Here is the challenge: to read the Bible in 90 days, sounds daunting, but not really if you look at the reading plan. If you're Bible was say 1790 pages long, which apparently some are, that's only 20 pages a day. So doable. :)

So here's the plan, set to embark this Saturday, June 19. I encourage you to join me. Here's the little tagline from Steven Furtick and Elevation church.

"B90X is a revolutionary system of intense, truth-absorbing,
brain-busting Bible reading that will transform your
understanding of Scripture from intro to nitro in just 90 days!
Your personal trainer, Ruach "The Breath" Yahweh, will drag you
through the most intense infusion of His vision that you have
ever experienced and you won't believe the results!"

My plan is to read and journal and I'd love to share with anyone who'd like to join me.

Thursday, June 24, 2010

Day 5: Exodus 1-15

As I read these stories I can't help but realize how inundated I am with so many images.  They're images from flannel boards past, to movies like the Prince of Egypt, to my own seminary paper on the name of God in Exodus 3 and 6.  What I'm saying is that it's hard to really just focus on what the story is saying with all of these distractions cluttering my mind.

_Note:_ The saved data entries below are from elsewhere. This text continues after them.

#[cfg(test)]
mod tests {
    //! Expected values are the ones written into each test input; line
    //! numbers count every line of the input from 1 (common practice for
    //! text-file diagnostics, no source).

    use super::*;
    use crate::ingest::Problem;
    use crate::ingest::testing::{cell, same};

    fn accept(text: &str) -> Ingested {
        match parse(text.as_bytes()) {
            Ok(ingested) => ingested,
            Err(e) => panic!("expected acceptance, got {:?}", e.problems),
        }
    }

    fn refuse(text: &[u8]) -> Vec<Problem> {
        match parse(text) {
            Ok(ingested) => panic!("expected refusal, got a map {:?}", ingested.map),
            Err(e) => e.problems,
        }
    }

    fn lines_of(problems: &[Problem]) -> Vec<Option<usize>> {
        problems.iter().map(|p| p.line).collect()
    }

    #[test]
    fn long_layout_with_aliases_metadata_and_an_ignored_column() {
        let text = "# platform: synthetic ion chain\n\
                    # alpha: 1.5\n\
                    # chain_length: 21\n\
                    # source_site: 10\n\
                    # time_unit: 1/J\n\
                    # synthetic: yes\n\
                    # notes: made by our lattice-walk model\n\
                    \n\
                    Time; Site; Czz; sigma; weight\n\
                    0;0;1;0.01;7\n\
                    0;1;0;0.01;7   # trailing comment\n\
                    0.5;-1;0.2;0.02;7\n\
                    0.5;0;0.6;0.02;7\n\
                    0.5;1;0.2;0.02;7\n";
        let ok = accept(text);
        assert_eq!(ok.map.offsets(), &[-1, 0, 1]);
        assert_eq!(ok.map.n_times(), 2);
        assert!(cell(&ok.map, 0, 1, 1.0, Some(0.01)));
        assert!(cell(&ok.map, 1, 0, 0.2, Some(0.02)));
        // (t = 0, x = −1) is not given: missing, not filled.
        assert_eq!(ok.map.get(0, 0), None);
        assert!(
            ok.notes
                .iter()
                .any(|n| n.starts_with("1 of 6 grid points missing"))
        );
        assert!(
            ok.notes.iter().any(|n| n.contains("`weight` (column 5)")),
            "{:?}",
            ok.notes
        );
        assert_eq!(ok.meta.platform, "synthetic ion chain");
        assert_eq!(ok.meta.alpha, Some(1.5));
        assert_eq!(ok.meta.chain_length, Some(21));
        assert_eq!(ok.meta.source_site, Some(10));
        assert_eq!(ok.meta.time_unit, "1/J");
        assert!(ok.meta.synthetic);
        assert_eq!(ok.meta.notes, "made by our lattice-walk model");
    }

    #[test]
    fn delimiters_bom_crlf_and_quotes_are_accepted() {
        let variants = [
            "x\tt\tC\n0\t0\t1\n1\t0\t0\n",
            "x t   C\n0 0 1\n1  0\t0\n",
            "\u{feff}x,t,C\r\n0,0,1\r\n1,0,0\r\n",
            "\"x\",\"t\",\"C\"\n\"0\",0,1\n1,0,\"0\"",
            "x, t, C   # header comment\n0, 0, 1\n1, 0, 0\n",
            "x,t,C\n3.0,0,1\n4,0,0\n",
        ];
        for text in variants {
            let ok = accept(text);
            assert_eq!(ok.map.n_sites(), 2, "{text:?}");
            assert_eq!(ok.map.n_missing(), 0, "{text:?}");
            assert!(ok.map.errors().is_none());
        }
    }

    #[test]
    fn nan_negative_error_and_duplicate_are_all_named() {
        let text = b"x,t,C,err\n\
                     0,0,1,0.1\n\
                     1,0,nan,0.1\n\
                     # a comment line counts\n\
                     -1,0,0.5,-0.2\n\
                     \n\
                     0,0,0.9,0.1\n";
        let problems = refuse(text);
        assert_eq!(lines_of(&problems), vec![Some(3), Some(5), Some(7)]);
        assert!(problems[0].reason.contains("column `C`"), "{problems:?}");
        assert!(problems[0].reason.contains("not a finite number"));
        assert!(problems[1].reason.contains("column `err`"));
        assert!(problems[1].reason.contains("not positive"));
        assert!(problems[2].reason.contains("duplicate point x = 0, t = 0"));
        assert!(problems[2].reason.contains("line 2"));
    }

    #[test]
    fn every_kind_of_bad_row_is_reported_on_its_line() {
        let text = b"x,t,C,err\n\
                     0,0,1,0.1\n\
                     0,abc,1,0.1\n\
                     0,0.5,1\n\
                     0,-1,0.5,0.1\n\
                     1,0,inf,0.1\n\
                     2,0,1e400,0.1\n\
                     3.5,0,0.1,0.1\n\
                     4,0,0.1,0\n\
                     5,0,0.1,0.1,9\n\
                     6,0,,0.1\n\
                     7,0,0.1,-inf\n";
        let problems = refuse(text);
        let expected: Vec<Option<usize>> = (3..=12).map(Some).collect();
        assert_eq!(lines_of(&problems), expected, "{problems:?}");
        assert!(problems[0].reason.contains("`abc` is not a number"));
        let comma = refuse(b"x;t;C\n0;0,5;1\n");
        assert!(
            comma[0].reason.contains("decimals with a point"),
            "{comma:?}"
        );
        assert!(problems[1].reason.contains("wrong number of fields: 3"));
        assert!(problems[2].reason.contains("negative"));
        assert!(problems[3].reason.contains("`inf` is not a finite number"));
        // 1e400 exceeds the binary64 maximum ≈ 1.798e308 (IEEE 754).
        assert!(
            problems[4]
                .reason
                .contains("`1e400` is not a finite number")
        );
        assert!(
            problems[5]
                .reason
                .contains("`3.5` is not an integer site offset")
        );
        assert!(problems[6].reason.contains("not positive"));
        assert!(problems[7].reason.contains("wrong number of fields: 5"));
        assert!(problems[8].reason.contains("column `C`: is empty"));
        assert!(problems[9].reason.contains("column `err`"));
    }

    #[test]
    fn one_row_with_several_bad_fields_gets_a_problem_for_each() {
        let problems = refuse(b"x,t,C\n0.5,-2,nan\n");
        assert_eq!(lines_of(&problems), vec![Some(2), Some(2), Some(2)]);
    }

    #[test]
    fn empty_inputs_are_refused() {
        assert_eq!(refuse(b"")[0].reason, "the file is empty");
        assert_eq!(refuse(b"\n  \r\n")[0].reason, "the file is empty");
        let header_only = refuse(b"# platform: test\n\nx,t,C\n# nothing else\n\n");
        assert_eq!(lines_of(&header_only), vec![Some(3)]);
        assert!(header_only[0].reason.contains("no data rows"));
        let comments_only = refuse(b"# just a comment\n");
        assert!(
            comments_only[0].reason.contains("no header"),
            "{comments_only:?}"
        );
    }

    #[test]
    fn header_problems_name_the_header_line() {
        let missing = refuse(b"# c\nx,C\n0,1\n");
        assert_eq!(lines_of(&missing), vec![Some(2)]);
        assert!(missing[0].reason.contains("no `t` column"));
        let twice = refuse(b"x,site,t,C\n0,0,0,1\n");
        assert_eq!(lines_of(&twice), vec![Some(1)]);
        assert!(twice[0].reason.contains("`x` (1) and `site` (2)"));
        let data_first = refuse(b"\n0,0,1\n1,0,0\n");
        assert_eq!(lines_of(&data_first), vec![Some(2)]);
        assert!(data_first[0].reason.contains("looks like data"));
    }

    #[test]
    fn non_utf8_bytes_name_their_line() {
        let problems = refuse(b"x,t,C\n0,0,1\n1,0,\xff\xfe\n2,0,0\n");
        assert_eq!(lines_of(&problems), vec![Some(3)]);
        // The bad byte is the 5th of the line `1,0,\xff\xfe`.
        assert!(
            problems[0]
                .reason
                .contains("UTF-8 text (bad byte at column 5)")
        );
        assert!(refuse(b"\xff\xfex\x00")[0].reason.contains("UTF-16"));
    }

    #[test]
    fn metadata_values_are_checked_on_their_lines() {
        let text = b"# alpha: -1\n\
                     # chain_length: many\n\
                     # synthetic: maybe\n\
                     # source_site: x\n\
                     # unknown_key: kept as a comment\n\
                     x,t,C\n0,0,1\n";
        let problems = refuse(text);
        assert_eq!(
            lines_of(&problems),
            vec![Some(1), Some(2), Some(3), Some(4)]
        );
        assert!(problems[0].reason.contains("metadata `alpha`"));
        let cross = refuse(b"# source_site: 30\n# chain_length: 20\nx,t,C\n0,0,1\n");
        // DatasetMeta::validate blames source_site, given on line 1.
        assert_eq!(lines_of(&cross), vec![Some(1)]);
        assert!(cross[0].reason.contains("source_site"));
        let window =
            accept("# chain_length: 20\n# source_window: 5:14\n# symmetrised: yes\nx,t,C\n0,0,1\n");
        assert_eq!(window.meta.source_window, Some([5, 14]));
        assert!(window.meta.symmetrised);
        let outside = refuse(b"# chain_length: 20\n# source_window: 5:20\nx,t,C\n0,0,1\n");
        assert_eq!(lines_of(&outside), vec![Some(2)]);
        assert!(
            outside[0].reason.contains("source_window"),
            "{}",
            outside[0].reason
        );
        let garbled = refuse(b"# source_window: 5-14\nx,t,C\n0,0,1\n");
        assert_eq!(lines_of(&garbled), vec![Some(1)]);
        assert!(garbled[0].reason.contains("A:B"), "{}", garbled[0].reason);
        let nn = accept("# alpha: inf\nx,t,C\n0,0,1\n");
        assert_eq!(nn.meta.alpha, None);
        assert!(nn.meta.nearest_neighbour);
        // After the header, `# key: value` is an ordinary comment.
        let late = accept("x,t,C\n# alpha: -1\n0,0,1\n");
        assert_eq!(late.meta.alpha, None);
    }

    #[test]
    fn wide_layout_with_missing_cells() {
        for corner in ["", "t", "time", "t\\x", "T/X"] {
            let text = format!("{corner},-1,0,1\n0,0,1,0\n# between\n0.5,0.2,,0.2\n");
            let ok = accept(&text);
            assert_eq!(ok.map.offsets(), &[-1, 0, 1], "{corner}");
            assert!(same(ok.map.times(), &[0.0, 0.5]));
            assert_eq!(ok.map.get(1, 1), None);
            assert!(cell(&ok.map, 1, 2, 0.2, None));
            assert!(
                ok.notes
                    .iter()
                    .any(|n| n.starts_with("1 of 6 grid points missing"))
            );
        }
        let spaced = accept("t -1 0 1\n0 0 1 0\n");
        assert_eq!(spaced.map.n_sites(), 3);
        // A trailing delimiter leaves an unnamed, empty column: harmless.
        let trailing = accept(",0,1,\n0,1,0,\n");
        assert_eq!(trailing.map.n_sites(), 2);
        let stray = refuse(b",0,1,\n0,1,0,\n1,0.5,0.5,0.1\n");
        assert_eq!(lines_of(&stray), vec![Some(3)]);
        assert!(
            stray[0]
                .reason
                .contains("column 4 holds `0.1` but has no offset")
        );
    }

    #[test]
    fn wide_layout_problems_name_lines_and_columns() {
        let text = b"t,0,1,x2,1\n\
                     0,1,0,5,0\n\
                     0.5,nan,0.1,5,0.1\n\
                     0,1,0,5,0\n\
                     1,0.5,0.5,5\n\
                     -1,0.5,0.5,5,0\n";
        let problems = refuse(text);
        assert_eq!(
            lines_of(&problems),
            vec![Some(1), Some(1), Some(3), Some(4), Some(5), Some(6)],
            "{problems:?}"
        );
        assert!(problems[0].reason.contains("header column 4"));
        assert!(problems[1].reason.contains("offset 1 appears twice"));
        assert!(problems[2].reason.contains("column 2 (x = 0)"));
        assert!(problems[3].reason.contains("already has a row on line 2"));
        assert!(problems[4].reason.contains("wrong number of fields"));
        assert!(problems[5].reason.contains("negative"));
    }

    #[test]
    fn near_equal_times_are_distinct() {
        let ok = accept("x,t,C\n0,0.1,1\n0,0.1000000000001,1\n");
        assert_eq!(ok.map.n_times(), 2);
        assert!(ok.notes.iter().any(|n| n.contains("rounding")));
    }

    #[test]
    fn problem_list_is_capped() {
        let mut text = String::from("x,t,C\n");
        for i in 0..250 {
            text.push_str(&format!("{i},0,nan\n"));
        }
        let problems = refuse(text.as_bytes());
        assert_eq!(problems.len(), crate::ingest::MAX_PROBLEMS);
        assert_eq!(problems[0].line, Some(2));
        // 99 listed problems on lines 2..=100, then a count of the other 151.
        assert_eq!(problems[98].line, Some(100));
        assert_eq!(problems[99].reason, "…and 151 more problems");
    }

    #[test]
    fn sparse_points_cannot_demand_a_huge_grid() {
        // 5000 points with distinct x and t would span 5000 × 5000 = 2.5e7
        // cells, above the 2^24 ≈ 1.68e7 limit.
        let mut text = String::from("x,t,C\n");
        for i in 0..5000 {
            text.push_str(&format!("{i},{i},1\n"));
        }
        let problems = refuse(text.as_bytes());
        assert!(
            problems[0].reason.contains("grid points allowed"),
            "{problems:?}"
        );
    }

    #[test]
    fn damaged_input_never_panics() {
        let good = b"# alpha: 1\nx,t,C,err\n0,0,1,0.1\n1,0.5,0.2,0.1\n";
        for end in 0..good.len() {
            let _ = parse(&good[..end]);
        }
        for at in 0..good.len() {
            for byte in [0x00, 0xFF, b',', b'#', b'\n', b'-', b'e', b'"', b'\t', b';'] {
                let mut bad = good.to_vec();
                bad[at] = byte;
                if let Err(e) = parse(&bad) {
                    assert!(!e.problems.is_empty() && e.problems.len() <= 100);
                }
            }
        }
    }
}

Some things really did stand out to me though, despite all the distractions.  First, I was really struck by the enormity of the Pharaoh's edict, throw all the boys into the Nile, but the girls... they're ok.  He probably should have thought better of that.  The girls were the ones who turned out to be the problem - Moses' mom and Miriam... anyway, I can only imagine what Moses' mother felt.  The NRSV says that she saw "he was a fine baby" so she hid him.  I think it was the simple fact that this mother loved her child and didn't want to kill him.  She did what she could and to make sure the little baby was ok, his sister watched over him.  She was right there when Pharaoh's daughter found him.  "Shall I go and get you a nurse from the Hebrew women?"  Of course.  And so Moses' mother got to raise her own child, in part, for a time.  I'm sure she did all the things a mother would do, assure Moses that she loved him, that he was special and that he had a people.  I would have if he were my son.

Moses struggles with his identity in the next few chapters, well maybe the rest of his life, but here in particular, he's trying to figure out the next step.  He's not exactly Egyptian and he doesn't really fit in with the Hebrews either.  Then he lives in exile, as an alien in a foreign land and God brings him back. 

I think Moses was pretty content in his life as a shepherd and then God in his way, shakes things up.  Now I don't know about you, but if I saw a burning bush that wasn't really burning, I would be freaked out.  I'm not sure if I would run away or if curiosity would win out.  I'm pretty sure when I started to hear a strange voice, I would run.  Or I might just stick around to find out what's up.  Moses does and his life is changed forever.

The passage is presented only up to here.